» **Task requirements**: Show, from the entries below, every line in which "comparisons" appears.

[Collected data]

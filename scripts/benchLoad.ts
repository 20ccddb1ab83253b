/**
 * The load step of `npm run bench`: 20 distinct captures uploaded at once while 50 readers browse
 * (list, detail, analysis, sample windows) against one server on 127.0.0.1. It ends by itself when
 * every upload has settled, or after LIMIT_MS, or after READS_PER_READER requests per reader,
 * whichever comes first. Prints errors (expected 0), p50/p99 per kind, the time until all 20 were
 * ready, and checks in the database that each became ready exactly once.
 */
import { openAsBlob } from 'node:fs';
import path from 'node:path';
import mysql from 'mysql2/promise';
import { CLIENT_HEADER, CLIENT_HEADER_VALUE } from '../shared/clientHeader';

const UPLOADS = 20;
const READERS = 50;
const LIMIT_MS = 180_000;
const READS_PER_READER = 2000;
const POLL_MS = 100;

type Kind = 'upload' | 'list' | 'detail' | 'analysis' | 'samples';
const READ_KINDS: Kind[] = ['list', 'detail', 'analysis', 'samples'];

interface LoadInput {
  base: string;
  cookie: string;
  databaseUrl: string;
  work: string;
  /** Ready captures to read from the start, with their durations in seconds. */
  ready: Map<number, number>;
  writeCsv(file: string, rows: number): Promise<number>;
  line(label: string, value: string, reference?: string): void;
}

const percentile = (sorted: number[], p: number) => (sorted.length ? sorted[Math.min(sorted.length - 1, Math.floor(p * (sorted.length - 1)))] : NaN);

export async function runLoad({ base, cookie, databaseUrl, work, ready, writeCsv, line }: LoadInput): Promise<boolean> {
  // 50 k to 200 k rows in even steps: no two files alike, so none is taken for a duplicate.
  const files: { file: string; rows: number }[] = [];
  let bytes = 0;
  for (let i = 0; i < UPLOADS; i++) {
    const rows = 50_000 + Math.round((i * 150_000) / (UPLOADS - 1));
    const file = path.join(work, `load-${i}.csv`);
    bytes += await writeCsv(file, rows);
    files.push({ file, rows });
  }

  const latencies = new Map<Kind, number[]>(['upload', ...READ_KINDS].map((k) => [k as Kind, []]));
  const errors: string[] = [];
  const start = performance.now();
  const deadline = start + LIMIT_MS;
  let settled = false;
  const readable = [...ready.entries()];

  async function timed(kind: Kind, url: string, init?: RequestInit): Promise<unknown> {
    const t = performance.now();
    try {
      const res = await fetch(url, { ...init, headers: { cookie, [CLIENT_HEADER]: CLIENT_HEADER_VALUE } });
      const body = (await res.json()) as unknown;
      (latencies.get(kind) as number[]).push(performance.now() - t);
      if (!res.ok) errors.push(`${kind} ${url}: ${res.status} ${JSON.stringify(body).slice(0, 200)}`);
      return res.ok ? body : null;
    } catch (err) {
      errors.push(`${kind} ${url}: ${(err as Error).message}`);
      return null;
    }
  }

  async function upload(i: number): Promise<{ id: number; readyMs: number } | null> {
    const form = new FormData();
    form.append('file', await openAsBlob(files[i].file), `load-${i}.csv`);
    const created = (await timed('upload', `${base}/api/captures`, { method: 'POST', body: form })) as { id: number; duplicate: boolean } | null;
    if (!created) return null;
    if (created.duplicate) errors.push(`upload ${i}: taken for a duplicate of capture ${created.id}`);
    while (performance.now() < deadline) {
      const c = (await timed('detail', `${base}/api/captures/${created.id}`)) as { status: string; durationS: number | null } | null;
      if (c?.status === 'ready') {
        readable.push([created.id, c.durationS ?? 0]);
        return { id: created.id, readyMs: performance.now() - start };
      }
      if (c?.status === 'failed') {
        errors.push(`capture ${created.id} failed`);
        return null;
      }
      await new Promise((r) => setTimeout(r, POLL_MS));
    }
    errors.push(`capture ${created.id} not ready within ${LIMIT_MS / 1000} s`);
    return null;
  }

  async function reader(n: number): Promise<void> {
    for (let i = 0; i < READS_PER_READER && !settled && performance.now() < deadline; i++) {
      const kind = READ_KINDS[(n + i) % READ_KINDS.length];
      const [id, duration] = readable[(n * 7919 + i * 104729) % readable.length];
      if (kind === 'list') await timed(kind, `${base}/api/captures?pageSize=50`);
      else if (kind === 'detail') await timed(kind, `${base}/api/captures/${id}`);
      else if (kind === 'analysis') await timed(kind, `${base}/api/captures/${id}/analysis`);
      else {
        const span = duration / 2 ** (i % 8);
        const from = ((i * 0.618) % 1) * (duration - span);
        await timed(kind, `${base}/api/captures/${id}/samples?channel=${i % 2}&fromS=${from}&toS=${from + span}&points=2000`);
      }
    }
  }

  const uploads = Promise.all(files.map((_, i) => upload(i))).finally(() => (settled = true));
  await Promise.all([uploads, ...Array.from({ length: READERS }, (_, n) => reader(n))]);
  const done = (await uploads).filter((u) => u !== null);
  const wallS = (performance.now() - start) / 1000;

  line(`load: ${UPLOADS} uploads (${(bytes / 1e6).toFixed(0)} MB, 50 k–200 k rows) + ${READERS} readers`, `${wallS.toFixed(1)} s`, `all ${UPLOADS} ready after ${done.length === UPLOADS ? `${(Math.max(...done.map((u) => u.readyMs)) / 1000).toFixed(1)} s` : `— only ${done.length} were`}`);
  for (const [kind, times] of latencies) {
    times.sort((x, y) => x - y);
    const failed = errors.filter((e) => e.startsWith(`${kind} `)).length;
    line(`  ${kind}: ${times.length} requests, ${failed} errors`, `p50 ${percentile(times, 0.5).toFixed(1)} ms`, `p99 ${percentile(times, 0.99).toFixed(1)} ms`);
  }

  // Nothing lost and nothing done twice: each capture ready, with one job that took one attempt and
  // one set of channels.
  const ids = done.map((u) => u.id);
  const connection = await mysql.createConnection(databaseUrl);
  try {
    const [rows] = (await connection.query(
      `SELECT c.id, c.status,
              (SELECT COUNT(*) FROM jobs j WHERE j.capture_id = c.id) AS jobs,
              (SELECT COALESCE(SUM(j.attempts), 0) FROM jobs j WHERE j.capture_id = c.id AND j.status = 'done') AS attempts,
              (SELECT COUNT(*) FROM channels ch WHERE ch.capture_id = c.id) AS channels
       FROM captures c WHERE c.id IN (?)`,
      [ids.length ? ids : [0]],
    )) as unknown as [{ id: number; status: string; jobs: number; attempts: number; channels: number }[]];
    const once = rows.filter((r) => r.status === 'ready' && Number(r.jobs) === 1 && Number(r.attempts) === 1 && Number(r.channels) === 2);
    for (const r of rows) if (!once.includes(r)) errors.push(`capture ${r.id}: ${r.status}, ${r.jobs} job(s), ${r.attempts} attempt(s), ${r.channels} channel(s)`);
    line('  ready exactly once (1 job, 1 attempt, 2 channels)', `${once.length} of ${UPLOADS}`, errors.length ? `${errors.length} errors` : 'errors: 0');
  } finally {
    await connection.end();
  }
  for (const e of errors.slice(0, 10)) console.log(`    ${e}`);
  return errors.length === 0 && done.length === UPLOADS;
}
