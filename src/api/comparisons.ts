import type { Comparison, SaveComparisonRequest } from '../../shared/schemas/comparison';
import { api } from './http';

export const saveComparison = (req: SaveComparisonRequest) => api<Comparison>('POST', '/comparisons', req);
export const getComparison = (id: number) => api<Comparison>('GET', `/comparisons/${id}`);
export const listComparisons = () => api<{ items: Comparison[] }>('GET', '/comparisons');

» **Result of this exercise**:
filename src/api/comparisons.ts
export const saveComparison = (req: SaveComparisonRequest) => api<Comparison>('POST', '/comparisons', req);
export const getComparison = (id: number) => api<Comparison>('GET', `/comparisons/${id}`);
export const listComparisons = () => api<{ items: Comparison[] }>('GET', '/comparisons');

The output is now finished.